INSTRUCTIONS FOR THE TASK. Please show every line in the entries below that includes the word "sorted".

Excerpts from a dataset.
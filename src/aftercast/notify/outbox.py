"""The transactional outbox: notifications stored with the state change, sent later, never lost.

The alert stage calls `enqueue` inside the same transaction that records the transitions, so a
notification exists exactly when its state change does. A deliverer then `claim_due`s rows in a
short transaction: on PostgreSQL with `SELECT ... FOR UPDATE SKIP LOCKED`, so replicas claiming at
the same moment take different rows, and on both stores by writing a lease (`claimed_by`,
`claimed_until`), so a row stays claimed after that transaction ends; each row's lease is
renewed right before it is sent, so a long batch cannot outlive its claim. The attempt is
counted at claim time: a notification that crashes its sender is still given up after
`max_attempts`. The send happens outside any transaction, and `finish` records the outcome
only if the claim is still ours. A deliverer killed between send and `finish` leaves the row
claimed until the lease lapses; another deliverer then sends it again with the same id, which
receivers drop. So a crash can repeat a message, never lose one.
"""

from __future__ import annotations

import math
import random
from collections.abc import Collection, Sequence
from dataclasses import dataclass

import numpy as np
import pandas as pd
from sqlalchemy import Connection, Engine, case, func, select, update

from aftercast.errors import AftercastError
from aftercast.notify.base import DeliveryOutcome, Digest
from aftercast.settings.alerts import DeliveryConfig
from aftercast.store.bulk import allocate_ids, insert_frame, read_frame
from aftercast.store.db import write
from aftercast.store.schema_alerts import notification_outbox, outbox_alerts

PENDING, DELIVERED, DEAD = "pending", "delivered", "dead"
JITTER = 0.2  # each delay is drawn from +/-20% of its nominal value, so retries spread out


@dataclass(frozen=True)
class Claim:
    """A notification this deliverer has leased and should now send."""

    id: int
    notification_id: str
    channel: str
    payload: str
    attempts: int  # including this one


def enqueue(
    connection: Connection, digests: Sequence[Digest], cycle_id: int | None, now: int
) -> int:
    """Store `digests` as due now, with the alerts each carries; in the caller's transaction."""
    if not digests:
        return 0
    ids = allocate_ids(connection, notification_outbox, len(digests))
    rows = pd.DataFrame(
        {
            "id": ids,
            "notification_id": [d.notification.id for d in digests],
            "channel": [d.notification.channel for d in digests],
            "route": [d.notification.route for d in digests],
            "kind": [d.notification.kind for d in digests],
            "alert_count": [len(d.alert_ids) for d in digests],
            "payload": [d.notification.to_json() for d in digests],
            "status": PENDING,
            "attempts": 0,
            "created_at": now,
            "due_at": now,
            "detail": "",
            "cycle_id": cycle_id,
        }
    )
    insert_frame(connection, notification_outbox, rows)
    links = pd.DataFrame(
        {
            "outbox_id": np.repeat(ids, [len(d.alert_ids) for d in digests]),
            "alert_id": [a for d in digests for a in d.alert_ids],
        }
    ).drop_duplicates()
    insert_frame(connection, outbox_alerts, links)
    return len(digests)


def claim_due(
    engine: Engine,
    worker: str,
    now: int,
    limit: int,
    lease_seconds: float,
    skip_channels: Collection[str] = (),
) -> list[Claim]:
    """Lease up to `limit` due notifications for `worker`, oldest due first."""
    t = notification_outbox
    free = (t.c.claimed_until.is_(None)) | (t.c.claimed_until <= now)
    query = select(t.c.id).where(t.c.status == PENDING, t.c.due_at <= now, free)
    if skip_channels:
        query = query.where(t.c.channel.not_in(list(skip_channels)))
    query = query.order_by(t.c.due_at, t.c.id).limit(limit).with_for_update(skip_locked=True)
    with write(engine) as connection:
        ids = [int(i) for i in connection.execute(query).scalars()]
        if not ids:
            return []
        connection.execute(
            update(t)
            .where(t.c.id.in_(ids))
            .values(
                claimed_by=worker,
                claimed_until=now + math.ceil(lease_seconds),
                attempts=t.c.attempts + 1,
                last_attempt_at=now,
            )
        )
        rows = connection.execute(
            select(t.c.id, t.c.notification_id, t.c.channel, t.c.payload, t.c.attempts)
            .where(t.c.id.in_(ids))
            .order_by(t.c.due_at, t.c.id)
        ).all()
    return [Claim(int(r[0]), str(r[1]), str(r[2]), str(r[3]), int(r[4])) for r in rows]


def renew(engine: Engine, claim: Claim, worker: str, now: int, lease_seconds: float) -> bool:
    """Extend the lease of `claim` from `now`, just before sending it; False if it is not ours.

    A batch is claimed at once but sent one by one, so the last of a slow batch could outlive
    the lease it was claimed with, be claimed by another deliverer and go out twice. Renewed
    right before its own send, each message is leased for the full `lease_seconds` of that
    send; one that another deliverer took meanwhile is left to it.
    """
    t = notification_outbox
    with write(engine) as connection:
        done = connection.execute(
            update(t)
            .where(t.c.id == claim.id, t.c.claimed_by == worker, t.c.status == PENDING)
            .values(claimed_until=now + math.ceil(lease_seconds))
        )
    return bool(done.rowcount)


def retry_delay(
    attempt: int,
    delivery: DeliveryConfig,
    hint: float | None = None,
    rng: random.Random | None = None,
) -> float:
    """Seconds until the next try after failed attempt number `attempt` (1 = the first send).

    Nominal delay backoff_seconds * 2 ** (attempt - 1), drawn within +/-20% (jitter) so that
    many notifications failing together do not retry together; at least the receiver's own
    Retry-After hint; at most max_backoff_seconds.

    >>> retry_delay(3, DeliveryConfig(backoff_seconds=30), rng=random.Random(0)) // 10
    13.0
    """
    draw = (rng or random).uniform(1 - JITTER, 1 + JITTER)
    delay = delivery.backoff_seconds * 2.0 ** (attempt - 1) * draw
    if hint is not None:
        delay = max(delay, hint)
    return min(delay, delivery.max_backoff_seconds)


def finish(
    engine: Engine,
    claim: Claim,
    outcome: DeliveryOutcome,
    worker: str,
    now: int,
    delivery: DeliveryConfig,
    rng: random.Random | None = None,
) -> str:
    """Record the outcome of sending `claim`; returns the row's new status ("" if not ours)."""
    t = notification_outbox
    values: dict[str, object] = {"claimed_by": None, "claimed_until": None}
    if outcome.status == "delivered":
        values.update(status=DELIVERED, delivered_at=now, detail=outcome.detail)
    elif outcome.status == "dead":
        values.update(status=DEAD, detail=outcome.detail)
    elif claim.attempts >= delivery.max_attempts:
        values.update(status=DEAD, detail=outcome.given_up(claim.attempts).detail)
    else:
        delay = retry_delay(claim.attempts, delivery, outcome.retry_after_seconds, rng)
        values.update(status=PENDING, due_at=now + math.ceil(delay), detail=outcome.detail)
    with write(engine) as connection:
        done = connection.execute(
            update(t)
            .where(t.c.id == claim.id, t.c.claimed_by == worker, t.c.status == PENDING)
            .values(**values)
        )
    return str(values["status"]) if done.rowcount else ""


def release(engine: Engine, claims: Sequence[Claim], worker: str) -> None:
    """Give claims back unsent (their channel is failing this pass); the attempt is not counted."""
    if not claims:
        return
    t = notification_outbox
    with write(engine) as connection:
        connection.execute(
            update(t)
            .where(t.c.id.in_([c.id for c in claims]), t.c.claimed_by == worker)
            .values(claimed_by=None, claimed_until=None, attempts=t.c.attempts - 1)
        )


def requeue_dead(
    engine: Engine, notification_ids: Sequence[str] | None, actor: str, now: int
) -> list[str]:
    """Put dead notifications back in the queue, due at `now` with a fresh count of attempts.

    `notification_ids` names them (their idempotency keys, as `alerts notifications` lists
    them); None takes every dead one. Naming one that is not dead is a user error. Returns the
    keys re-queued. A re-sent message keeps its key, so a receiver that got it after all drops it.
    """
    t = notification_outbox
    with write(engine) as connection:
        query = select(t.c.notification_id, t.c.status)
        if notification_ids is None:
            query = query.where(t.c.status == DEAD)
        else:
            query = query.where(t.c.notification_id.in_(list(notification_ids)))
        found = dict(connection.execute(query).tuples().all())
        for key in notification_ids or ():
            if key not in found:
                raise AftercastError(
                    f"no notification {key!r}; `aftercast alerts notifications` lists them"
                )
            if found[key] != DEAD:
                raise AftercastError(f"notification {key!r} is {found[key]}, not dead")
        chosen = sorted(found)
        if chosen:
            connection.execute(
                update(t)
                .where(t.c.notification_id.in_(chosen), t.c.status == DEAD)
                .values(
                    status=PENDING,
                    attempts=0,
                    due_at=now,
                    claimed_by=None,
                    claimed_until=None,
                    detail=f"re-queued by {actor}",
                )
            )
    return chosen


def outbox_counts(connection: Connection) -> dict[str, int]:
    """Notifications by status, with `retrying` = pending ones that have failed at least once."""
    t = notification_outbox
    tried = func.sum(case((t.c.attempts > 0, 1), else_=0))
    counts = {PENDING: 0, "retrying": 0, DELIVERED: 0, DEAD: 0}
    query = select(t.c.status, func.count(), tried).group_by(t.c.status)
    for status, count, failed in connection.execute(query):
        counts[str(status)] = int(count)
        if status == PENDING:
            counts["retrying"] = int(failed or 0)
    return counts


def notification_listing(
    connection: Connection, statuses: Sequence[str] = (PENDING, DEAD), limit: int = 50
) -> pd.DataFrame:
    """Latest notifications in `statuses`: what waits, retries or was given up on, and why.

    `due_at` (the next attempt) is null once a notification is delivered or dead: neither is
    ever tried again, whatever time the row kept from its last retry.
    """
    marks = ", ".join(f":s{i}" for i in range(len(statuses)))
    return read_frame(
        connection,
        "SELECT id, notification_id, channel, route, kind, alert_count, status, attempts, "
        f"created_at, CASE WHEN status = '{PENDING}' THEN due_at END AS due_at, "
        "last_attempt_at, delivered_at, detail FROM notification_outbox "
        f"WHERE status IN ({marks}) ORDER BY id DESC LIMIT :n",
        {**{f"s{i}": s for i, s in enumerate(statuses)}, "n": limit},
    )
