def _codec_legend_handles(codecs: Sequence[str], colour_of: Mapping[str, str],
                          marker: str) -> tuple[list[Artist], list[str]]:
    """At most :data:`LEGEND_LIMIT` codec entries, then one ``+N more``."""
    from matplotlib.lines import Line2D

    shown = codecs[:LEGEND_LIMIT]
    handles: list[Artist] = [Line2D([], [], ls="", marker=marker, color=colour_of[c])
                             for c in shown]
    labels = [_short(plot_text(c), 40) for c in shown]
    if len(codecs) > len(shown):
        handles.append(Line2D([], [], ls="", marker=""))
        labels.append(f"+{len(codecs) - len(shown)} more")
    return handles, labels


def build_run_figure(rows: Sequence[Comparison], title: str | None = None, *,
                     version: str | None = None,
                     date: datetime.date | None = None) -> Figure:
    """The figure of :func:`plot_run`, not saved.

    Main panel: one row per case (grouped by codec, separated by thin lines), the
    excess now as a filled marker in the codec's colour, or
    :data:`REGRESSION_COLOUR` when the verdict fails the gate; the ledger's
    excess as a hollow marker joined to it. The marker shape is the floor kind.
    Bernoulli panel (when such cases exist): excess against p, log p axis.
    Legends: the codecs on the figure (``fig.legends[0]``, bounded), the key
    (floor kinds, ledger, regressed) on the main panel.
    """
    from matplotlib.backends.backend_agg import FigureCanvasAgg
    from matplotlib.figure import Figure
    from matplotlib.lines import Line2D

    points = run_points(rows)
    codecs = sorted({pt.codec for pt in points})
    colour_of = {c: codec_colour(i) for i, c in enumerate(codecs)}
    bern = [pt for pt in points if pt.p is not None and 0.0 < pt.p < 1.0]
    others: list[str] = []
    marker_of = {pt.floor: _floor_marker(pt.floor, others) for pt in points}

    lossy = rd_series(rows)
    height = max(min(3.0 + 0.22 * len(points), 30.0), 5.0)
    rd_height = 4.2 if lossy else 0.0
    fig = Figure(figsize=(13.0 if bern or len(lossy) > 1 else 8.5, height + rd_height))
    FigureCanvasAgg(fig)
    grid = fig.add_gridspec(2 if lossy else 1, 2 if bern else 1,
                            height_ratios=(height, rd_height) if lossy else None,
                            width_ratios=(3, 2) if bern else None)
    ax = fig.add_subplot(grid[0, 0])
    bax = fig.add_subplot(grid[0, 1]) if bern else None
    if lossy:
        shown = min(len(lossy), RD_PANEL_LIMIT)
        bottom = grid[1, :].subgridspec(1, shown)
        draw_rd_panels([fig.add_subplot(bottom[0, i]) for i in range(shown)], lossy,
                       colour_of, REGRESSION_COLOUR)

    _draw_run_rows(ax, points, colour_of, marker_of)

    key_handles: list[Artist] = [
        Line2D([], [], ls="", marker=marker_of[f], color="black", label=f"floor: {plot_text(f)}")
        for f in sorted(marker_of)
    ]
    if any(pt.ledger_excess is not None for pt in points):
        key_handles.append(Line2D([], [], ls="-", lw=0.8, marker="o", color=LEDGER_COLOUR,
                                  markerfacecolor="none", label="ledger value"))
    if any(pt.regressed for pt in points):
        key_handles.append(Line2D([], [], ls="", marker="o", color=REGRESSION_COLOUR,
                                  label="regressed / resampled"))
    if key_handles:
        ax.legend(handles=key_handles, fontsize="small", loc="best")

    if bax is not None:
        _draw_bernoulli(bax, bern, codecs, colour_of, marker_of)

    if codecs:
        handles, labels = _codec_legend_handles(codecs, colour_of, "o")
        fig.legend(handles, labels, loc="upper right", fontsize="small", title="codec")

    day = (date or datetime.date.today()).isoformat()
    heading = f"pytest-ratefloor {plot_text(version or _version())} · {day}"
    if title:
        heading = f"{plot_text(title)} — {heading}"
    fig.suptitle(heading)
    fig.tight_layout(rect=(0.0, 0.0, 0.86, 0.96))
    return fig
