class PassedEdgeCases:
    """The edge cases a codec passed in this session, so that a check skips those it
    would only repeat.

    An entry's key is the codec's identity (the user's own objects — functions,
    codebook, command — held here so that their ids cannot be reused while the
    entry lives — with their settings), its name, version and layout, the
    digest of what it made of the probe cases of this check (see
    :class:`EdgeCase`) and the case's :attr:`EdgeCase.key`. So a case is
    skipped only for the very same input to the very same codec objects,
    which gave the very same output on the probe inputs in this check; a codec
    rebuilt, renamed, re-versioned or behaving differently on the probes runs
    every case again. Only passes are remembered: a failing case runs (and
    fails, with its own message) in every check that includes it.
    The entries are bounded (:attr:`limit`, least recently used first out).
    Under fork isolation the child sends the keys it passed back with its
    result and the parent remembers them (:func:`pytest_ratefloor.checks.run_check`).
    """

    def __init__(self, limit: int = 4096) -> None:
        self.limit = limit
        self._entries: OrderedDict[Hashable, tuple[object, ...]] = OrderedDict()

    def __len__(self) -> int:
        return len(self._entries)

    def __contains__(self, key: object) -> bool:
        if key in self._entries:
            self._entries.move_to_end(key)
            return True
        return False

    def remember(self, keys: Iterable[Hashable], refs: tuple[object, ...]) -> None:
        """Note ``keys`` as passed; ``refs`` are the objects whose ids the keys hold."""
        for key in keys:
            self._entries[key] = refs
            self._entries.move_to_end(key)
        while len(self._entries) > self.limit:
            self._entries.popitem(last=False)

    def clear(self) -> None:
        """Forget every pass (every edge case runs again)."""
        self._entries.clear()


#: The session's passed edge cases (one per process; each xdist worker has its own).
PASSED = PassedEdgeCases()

TASK RESPONSE.
        chosen = sorted(found)
    codecs = sorted({pt.codec for pt in points})
        for f in sorted(marker_of)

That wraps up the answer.